Вы же, Мария, требуете разоблачения волхвов, срывания покровов и упразднения непорочного зачатия, прекрасной выдумки зороастрийцев. Непорочное зачатие, Мария, как предприятие вне греха, вне войны и вне корысти, как предприятие, замысленное исключительно во имя грядущей Девы и грядущих знамен любви, более не ритуально — оно насущная необходимость всех.
Путеец поднял дочь. Прижал к груди. Постоял в растерянности, даже в смущении. Из его горла вырвался хрип, он сказал нам что-то, скорее всего: «Извините», притиснул девочку к себе, вскрикнул: «Господи!» — и пошел обратно в Дубцы, все убыстряя и убыстряя шаг.
Женщины глядели в центр круга, где только что лежало тело девочки, но вот их ситцевый венок смешался; плача, они сошли с пути: на ржавых шпалах, на щебне, среди пятен мазута алела кровь.
Потом я видел много крови, но никогда она не была такой акварельной.
Женщины шли чередой. Впереди молодая, с головой, похожей на осенний осиновый веник, и две ее большеглазые дочки. Позади всех, чуть приотстав, шагал я. Убитая девочка закрывала мои глаза ладошками, как совсем недавно еще закрывала отцу…

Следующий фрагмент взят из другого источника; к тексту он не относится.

// Cumulative anticholinergic exposure in total standardised daily doses (Gray et al. 2015,
// JAMA Intern Med 175(3):401-407): quantity x strength / minimum effective daily dose,
// summed over the dispensings on or before D, and the published bands.
#include <doctest/doctest.h>

#include <string>
#include <vector>

#include "burden/longitudinal_fixture.h"

namespace medload {
namespace {

using testing::D;
using testing::LongitudinalFixture;
using testing::Rx;

// `days` tablets of oxybutynin 5 mg, one a day, collected in 30-day fills from 1 Jan 2020.
std::vector<DispensingRecord> OxybutyninDaily(int days) {
  std::vector<DispensingRecord> records;
  for (int start = 0; start < days; start += 30) {
    const int fill = std::min(30, days - start);
    records.push_back(Rx("oxybutynin 5mg tablets", D(2020, 1, 1) + start, fill, fill));
  }
  return records;
}

}  // namespace

TEST_SUITE("burden/exposure") {

TEST_CASE("oxybutynin 5 mg daily gives one TSDD a day and falls in Gray et al.'s bands") {
  // Source: Gray et al. 2015, Table 3 footnote: the minimum effective daily dose of
  // oxybutynin is 5 mg (= 1 TSDD); 5 mg daily for 45 days is in 1-90, for 180 days in
  // 91-365, for 720 days in 366-1095, for 4 years in >1095.
  LongitudinalFixture f;
  struct Case {
    int days;
    const char* band;
  };
  for (const Case c : {Case{45, "1-90"}, Case{180, "91-365"}, Case{720, "366-1095"}, Case{4 * 365, ">1095"}}) {
    CAPTURE(c.days);
    const LongitudinalMeasures m = f.On(OxybutyninDaily(c.days), D(2024, 12, 31));
    CHECK(m.tsdd == doctest::Approx(c.days));
    CHECK(TsddBand(m.tsdd) == c.band);
    REQUIRE(m.tsdd_contributions.size() == 1);
    CHECK(m.tsdd_contributions.front().ingredient == "oxybutynin");
  }
}

TEST_CASE("the band edges of a TSDD follow the published bands") {
  // Source: Gray et al. 2015, Table 3: 0, 1-90, 91-365, 366-1095, >1095.
  struct Case {
    double tsdd;
    const char* band;
  };
  const std::vector<Case> cases = {{0, "0"},          {0.5, "1-90"},       {1, "1-90"},       {90, "1-90"},
                                   {90.5, "91-365"},  {91, "91-365"},      {365, "91-365"},   {366, "366-1095"},
                                   {1095, "366-1095"}, {1095.01, ">1095"}, {1096, ">1095"}};
  for (const Case& c : cases) {
    CAPTURE(c.tsdd);
    CHECK(TsddBand(c.tsdd) == c.band);
  }
}

TEST_CASE("ingredients are summed each on its own minimum effective dose; a patch counts mg per day x days") {
  // 28 amitriptyline 10 mg = 280 mg / 25 mg (from memory) = 11.2; 8 oxybutynin patches of
  // 3.9 mg/24 hours over 28 days = 109.2 mg / 5 mg = 21.84.
  LongitudinalFixture f;
  const LongitudinalMeasures m = f.On({Rx("amitriptyline 10mg tablets", D(2024, 1, 1), 28, 28),
                                       Rx("oxybutynin 3.9mg/24 hours patches", D(2024, 1, 1), 8, 28)},
                                      D(2024, 2, 1));
  CHECK(m.tsdd == doctest::Approx(11.2 + 21.84));
  REQUIRE(m.tsdd_contributions.size() == 2);
  CHECK(m.tsdd_contributions[0].tsdd == doctest::Approx(11.2));
  CHECK(m.tsdd_contributions[1].tsdd == doctest::Approx(21.84));
}

TEST_CASE("only dispensings on or before the date and within the exposure years count") {
  LongitudinalFixture f;
  const std::vector<DispensingRecord> records = {Rx("oxybutynin 5mg tablets", D(2020, 6, 1), 30, 30),
                                                 Rx("oxybutynin 5mg tablets", D(2023, 6, 1), 30, 30),
                                                 Rx("oxybutynin 5mg tablets", D(2024, 6, 1), 30, 30)};
  CHECK(f.On(records, D(2024, 5, 31)).tsdd == doctest::Approx(60));
  CHECK(f.On(records, D(2024, 6, 1)).tsdd == doctest::Approx(90));
  f.options.exposure_years = 1;  // 2 Jun 2023 to 1 Jun 2024: the 2023 fill is one day too old
  const LongitudinalMeasures one_year = f.On(records, D(2024, 6, 1));
  CHECK(one_year.tsdd == doctest::Approx(30));
  REQUIRE(one_year.tsdd_from);
  CHECK(*one_year.tsdd_from == D(2023, 6, 2));
  f.options.exposure_years = 3;
  CHECK(f.On(records, D(2024, 6, 1)).tsdd == doctest::Approx(60));
}

TEST_CASE("a dispensing with no known strength is listed, not counted; an eye drop does not count") {
  LongitudinalFixture f;
  const LongitudinalMeasures m = f.On({Rx("amitriptyline tablets", D(2024, 1, 1), 28, 28),
                                       Rx("atropine 1% eye drops", D(2024, 1, 1), 10, 28)},
                                      D(2024, 2, 1));
  CHECK(m.tsdd == doctest::Approx(0));
  CHECK(m.tsdd_incomplete == std::vector<std::string>{"amitriptyline"});
  CHECK(m.tsdd_contributions.empty());
}

TEST_CASE("TSDDs follow the formulary's route policy: an eye drop counts only where the policy counts eyes") {
  // Product specification section 5, Routes: the formulary says which routes count.
  // Atropine 1% is 10 mg/ml; 10 ml = 100 mg; minimum effective dose 0.4 mg (from memory):
  // 250 TSDDs once eye drops count (Gray et al. 2015: quantity x strength / dose).
  LongitudinalFixture f;
  const std::vector<DispensingRecord> records = {Rx("atropine 1% eye drops", D(2024, 1, 1), 10, 28)};
  CHECK(f.On(records, D(2024, 2, 1)).tsdd == doctest::Approx(0));
  f.tables.systemic_routes.Add(Route::kEye);
  CHECK(f.On(records, D(2024, 2, 1)).tsdd == doctest::Approx(250));
  // Oral taken out of the policy: oxybutynin tablets add nothing either.
  f.tables.systemic_routes = RouteSet(std::vector<Route>{Route::kTransdermal});
  CHECK(f.On({Rx("oxybutynin 5mg tablets", D(2024, 1, 1), 28, 28)}, D(2024, 2, 1)).tsdd == doctest::Approx(0));
}

TEST_CASE("a patch whose strength is its content supplies what it releases, not what it holds") {
  // A 1.5 mg hyoscine patch releases about 1 mg over 72 hours (Scopoderm SPC, from
  // memory): 4 patches supply 4 mg, 10 TSDDs at a 0.4 mg minimum effective dose (from
  // memory), not 6 mg and 15 (Gray et al. 2015: mg supplied / dose).
  LongitudinalFixture f;
  f.products["hyoscine 1.5mg patch"] = testing::Made({{"hyoscine hydrobromide", 1.5, {}}}, Route::kTransdermal);
  f.tables.tsdd_doses["hyoscine hydrobromide"] = 0.4;
  const std::vector<DispensingRecord> records = {Rx("hyoscine 1.5mg patch", D(2024, 1, 1), 4, 12)};
  CHECK(f.On(records, D(2024, 1, 20)).tsdd == doctest::Approx(15));
  UnitDoseRow row;
  row.form = UnitDoseForm::kPatch;
  row.strength_mg = 1.5;
  row.release_mg_per_day = 1.0 / 3;
  row.interval_days = 3;
  row.source = "test";
  f.tables.unit_doses["hyoscine hydrobromide"] = {row};
  CHECK(f.On(records, D(2024, 1, 20)).tsdd == doctest::Approx(10));
}

TEST_CASE("the years before a date start the day after the same calendar day") {
  CHECK(YearsBefore(D(2024, 6, 1), 1) == D(2023, 6, 2));
  CHECK(YearsBefore(D(2024, 2, 29), 1) == D(2023, 3, 1));  // from 28 Feb 2023, plus one day
  CHECK(YearsBefore(D(2024, 12, 31), 10) == D(2015, 1, 1));
}

}  // TEST_SUITE
}  // namespace medload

Но надежда сноровиста и живуча. Она пробилась в сознание словом «переправа»! Ну взорвали мост, разбомбили, победим — отстроим. Широкий и легкий, как лезвие бритвы. А на это время наладят переправу: буксир, баржу или речной пассажирский пароход, Волхов — река судоходная.
Мне представились молчаливые пожилые саперы, свайный пирс из тесаных желтых сосен. Саперы курят махорку. Лицо, шея, мысок на груди, кисти рук у них цвета хорошо копченных колбас, а вот лоб, плечи, руки — белые. Когда они моются, это видно. Острые топоры они заворачивают в вафельные полотенца.